Which led to a flurry of long books and short pamphlets being written on all sides; witticisms were exchanged, songs composed, insults traded, and the opposing parties became embittered. Finally the eternal Demiurge imposed silence on all of them: ‘You have done well,’ he said, ‘and you have done ill – because you have plenty of intelligence, and because you are imperfect; your works will last for only a few hundred million years;7 after which, being better educated, you will do better: it belongs to me alone to make perfect and immortal things.’

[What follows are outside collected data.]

package raster

import (
	"encoding/json"
	"errors"
	"os"
	"path/filepath"
	"reflect"
	"slices"
	"strings"
	"testing"

	"bandfold/tiles/testenv"
)

// stacItemJSON is a STAC 1.0.0 Item as the Item Specification (stac-spec
// v1.0.0, item-spec/item-spec.md) and the eo extension v1.0.0 write one:
// its assets in an order that is not alphabetical, a multiband asset, a
// metadata asset and two assets sharing a common name.
const stacItemJSON = `{
  "type": "Feature", "stac_version": "1.0.0", "id": "scene-1",
  "stac_extensions": ["https://stac-extensions.github.io/eo/v1.0.0/schema.json"],
  "geometry": null,
  "properties": {"datetime": "2013-07-07T10:17:42.166196Z", "platform": "landsat-8"},
  "links": [],
  "assets": {
    "red": {"href": "./B4.TIF", "type": "image/tiff; application=geotiff", "roles": ["data"],
            "eo:bands": [{"name": "B4", "common_name": "red", "center_wavelength": 0.6545, "full_width_half_max": 0.037}]},
    "blue": {"href": "B2.TIF", "type": "image/tiff; application=geotiff", "roles": ["data"],
             "eo:bands": [{"name": "B2", "common_name": "blue", "center_wavelength": 0.482, "full_width_half_max": 0.06}]},
    "visual": {"href": "https://example.com/tci.tif", "type": "image/tiff", "roles": ["visual"],
               "eo:bands": [{"name": "B4", "common_name": "red"}, {"name": "B3", "common_name": "green"}, {"name": "B2", "common_name": "blue"}]},
    "lwir-low": {"href": "B6_1.TIF", "roles": ["data"], "eo:bands": [{"name": "B6", "common_name": "lwir"}]},
    "lwir-high": {"href": "B6_2.TIF", "roles": ["data"], "eo:bands": [{"name": "B6", "common_name": "lwir"}]},
    "mtl": {"href": "MTL.txt", "type": "text/plain", "roles": ["metadata"]}
  }
}`

// TestParseSTAC: the fields read from an Item and an ItemCollection
// (known by construction: stacItemJSON), and one-line refusals naming
// what is wrong, in the spec's field names, never encoding/json's words.
func TestParseSTAC(t *testing.T) {
	items, coll, err := ParseSTAC([]byte(stacItemJSON), "cat/item.json")
	if err != nil || coll || len(items) != 1 {
		t.Fatalf("ParseSTAC: %v, %v, %v", items, coll, err)
	}
	it := items[0]
	var keys []string
	for _, a := range it.Assets {
		keys = append(keys, a.Key)
	}
	if want := []string{"red", "blue", "visual", "lwir-low", "lwir-high", "mtl"}; !slices.Equal(keys, want) {
		t.Errorf("asset keys %v, want the item's order %v", keys, want)
	}
	if it.ID != "scene-1" || it.Datetime != "2013-07-07T10:17:42.166196Z" || it.Platform != "landsat-8" {
		t.Errorf("item %+v", it)
	}
	if b := it.Assets[0].Bands[0]; b.CommonName != "red" || b.CentreUM != 0.6545 || b.FWHMUM != 0.037 {
		t.Errorf("red eo:bands %+v", b)
	}
	coll1 := `{"type": "FeatureCollection", "features": [` + stacItemJSON + `, ` + strings.Replace(stacItemJSON, `"scene-1"`, `"scene-2"`, 1) + `]}`
	items, coll, err = ParseSTAC([]byte(coll1), "items.json")
	if err != nil || !coll || len(items) != 2 || items[1].Name() != "items.json#scene-2" {
		t.Errorf("ItemCollection: %v, %v, %v", items, coll, err)
	}
	bad := []struct{ name, doc, want string }{
		{"not JSON", `{"type": "Feature",`, "the JSON ends early"},
		{"a catalog", `{"type": "Catalog", "id": "c"}`, "is a STAC Catalog, not an item"},
		{"GeoJSON of another kind", `{"type": "Point"}`, `its "type" is "Point"`},
		{"no id", strings.Replace(stacItemJSON, `"id": "scene-1",`, "", 1), `no "id"`},
		{"no assets", `{"type": "Feature", "stac_version": "1.0.0", "id": "x", "properties": {}}`, `no "assets"`},
		{"empty assets", `{"type": "Feature", "stac_version": "1.0.0", "id": "x", "properties": {}, "assets": {}}`, `"assets" is empty`},
		{"no href", strings.Replace(stacItemJSON, `"href": "MTL.txt", `, "", 1), `asset "mtl" has no "href"`},
		{"datetime a number", strings.Replace(stacItemJSON, `"2013-07-07T10:17:42.166196Z"`, "2013", 1), "properties.datetime must be a string, got a JSON number"},
		{"wavelength a string", strings.Replace(stacItemJSON, `0.482`, `"0.482"`, 1), `asset "blue": eo:bands.center_wavelength must be a number, got a JSON string`},
		{"negative wavelength", strings.Replace(stacItemJSON, `0.482`, `-0.482`, 1), "eo:bands[0].center_wavelength = -0.482"},
		{"an asset twice", strings.Replace(stacItemJSON, `"lwir-high"`, `"lwir-low"`, 1), `names the asset "lwir-low" twice`},
		{"empty collection", `{"type": "FeatureCollection", "features": []}`, "holds no items"},
		{"one id twice", `{"type": "FeatureCollection", "features": [` + stacItemJSON + `,` + stacItemJSON + `]}`, "two items have the id scene-1"},
	}
	for _, tc := range bad {
		_, _, err := ParseSTAC([]byte(tc.doc), "item.json")
		if err == nil || !strings.Contains(err.Error(), tc.want) || !strings.HasPrefix(err.Error(), "item.json") ||
			strings.Contains(err.Error(), "unmarshal") || strings.Contains(err.Error(), "Go ") || strings.Contains(err.Error(), "\n") {
			t.Errorf("%s: got %v, want one line naming item.json with %q", tc.name, err, tc.want)
		}
	}
}
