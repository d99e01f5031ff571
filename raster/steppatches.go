package raster

import (
	"context"
	"errors"
	"fmt"
	"io/fs"
	"os"

	"github.com/airbusgeo/godal"
)

// PatchStep is one map of a series for WriteStepPatches.
type PatchStep struct {
	Mask *ChangeMask
	// Band is the 1-based band of the magnitude raster holding this
	// map's change statistic.
	Band int
	// Date fills the Date field "date" of the map's patches (left out
	// when no map has a date).
	Date Date
}

// WriteStepPatches polygonizes the change patches (value 1) of several maps
// on one grid into one GeoPackage at path, as Patches does for one map, with
// each map's date in the Date field "date" and z_mean and z_max from its
// band of o.Magnitude (o.Before and o.After are not used). It returns each map's summary.
func WriteStepPatches(path string, o PatchOptions, steps []PatchStep) ([]PatchSummary, error) {
	if len(steps) == 0 {
		panic("raster: WriteStepPatches without maps")
	}
	for _, st := range steps[1:] {
		if err := steps[0].Mask.grid.Compare(st.Mask.grid); err != nil {
			return nil, fmt.Errorf("patches for %s: maps on different grids: %w", path, err)
		}
	}
	maps := make([]patchMap, len(steps))
	for i, st := range steps {
		maps[i] = patchMap{st, []Date{st.Date}}
	}
	return writePatches(path, o, []string{"date"}, maps)
}

// SetMapped replaces the map of window (x, y, w, h) (the sieved map once
// Sieve ran, the raw one before) with flags (0, 1 or 255), for example to
// keep only the patches a later rule confirms before Patches.
func (m *ChangeMask) SetMapped(x, y, w, h int, flags []uint8) error {
	if err := checkWindow(m.grid, x, y, w, h, len(flags)); err != nil {
		return fmt.Errorf("write change map: %w", err)
	}
	if m.final {
		return fmt.Errorf("write change map: %w", errFinal)
	}
	if err := m.ds.Bands()[m.current()].Write(x, y, flags, w, h, errLogger); err != nil {
		return fmt.Errorf("write change map at %d,%d: %w", x, y, err)
	}
	return nil
}

// NewMaskFile returns an empty change map of grid g held in a scratch
// GeoTIFF at path (uncompressed, in strips, read and written through GDAL's
// block cache), with a band more for the job's marks (WriteMarks), for
// jobs that keep many maps at once or maps of large grids: memory then
// grows neither with their number nor with the grid, as GDAL's sieve and
// polygonize read the map row by row. Its reads go through the block cache too
// (no GTIFF_DIRECT_IO): the sieve's rows are then read from memory, twice
// as fast on a 21960 x 21960 map. Close removes the file.
func NewMaskFile(g Grid, path string) (*ChangeMask, error) {
	ds, err := godal.Create(godal.GTiff, path, maskMarks+1, godal.Byte, g.Width, g.Height,
		godal.CreationOption("COMPRESS=NONE", "INTERLEAVE=BAND", "SPARSE_OK=TRUE", "BIGTIFF=IF_SAFER"), godal.ConfigOption("GTIFF_DIRECT_IO=NO"), errLogger)
	if err != nil {
		return nil, fmt.Errorf("change map %s (%dx%d): %w", path, g.Width, g.Height, err)
	}
	return newMask(g, ds, path)
}

// maskMarks is the band of a map on file (NewMaskFile) that holds a byte
// of the job's own per pixel (WriteMarks, ReadMarks), 0-based.
const maskMarks = 3

// errNoMarks refuses marks on a map in memory.
var errNoMarks = errors.New("only a change map on file (NewMaskFile) holds marks")

// WriteMarks writes a byte of the job's own per pixel of window (x, y, w,
// h), row by row, into the map's file beside its flags: for example
// whether a later rule confirms each flag, kept on disk rather than in
// memory for every map of a series. Sieve and Patches leave the marks as
// they are. Only a map made by NewMaskFile has marks.
func (m *ChangeMask) WriteMarks(x, y, w, h int, marks []uint8) error {
	if err := checkWindow(m.grid, x, y, w, h, len(marks)); err != nil {
		return fmt.Errorf("write marks: %w", err)
	}
	if m.path == "" {
		return fmt.Errorf("write marks: %w", errNoMarks)
	}
	if err := m.ds.Bands()[maskMarks].Write(x, y, marks, w, h, errLogger); err != nil {
		return fmt.Errorf("write marks at %d,%d: %w", x, y, err)
	}
	return nil
}

// ReadMarks reads the marks of window (x, y, w, h) into dst (w*h values,
// row by row): 0 where none were written.
func (m *ChangeMask) ReadMarks(x, y, w, h int, dst []uint8) error {
	if m.path == "" {
		return fmt.Errorf("read marks: %w", errNoMarks)
	}
	return m.read(maskMarks, x, y, w, h, dst)
}

// removeScratch removes a scratch file, if there is one; a file already gone
// is not an error.
func removeScratch(path string) error {
	if path == "" {
		return nil
	}
	if err := os.Remove(path); err != nil && !errors.Is(err, fs.ErrNotExist) {
		return err
	}
	return nil
}

// SieveAgain applies the minimum mapping unit to the map as it now reads
// (after SetMapped kept only some of its flags): that map becomes the raw
// flags and is sieved again, so that no patch left smaller than minPixels
// survives a later selection of flags.
func (m *ChangeMask) SieveAgain(ctx context.Context, minPixels int) error {
	if m.final {
		return fmt.Errorf("sieve: %w", errFinal)
	}
	bands := m.ds.Bands()
	if m.sieved {
		if err := m.mapBand(bands[maskSieved], bands[maskRaw], nil); err != nil {
			return fmt.Errorf("sieve: %w", err)
		}
	}
	return m.SieveContext(ctx, minPixels)
}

So Plato taught his disciples. When he had stopped speaking, one of them said to him: ‘And then you woke up.’
The History of the Travels
of Scarmentado
Written by Himself
I was born in the city of Candia1 in 1600. My father was the Governor, and I remember that a mediocre poet named Iro,2 whose harshness was anything but mediocre, wrote some bad verses in my praise to the effect that I was directly descended from Minos; but my father subsequently falling into disgrace, he wrote other verses in which I was traced back only to Pasiphaë and her lover.3 This Iro was a wicked creature, and the most tedious rogue on the whole island.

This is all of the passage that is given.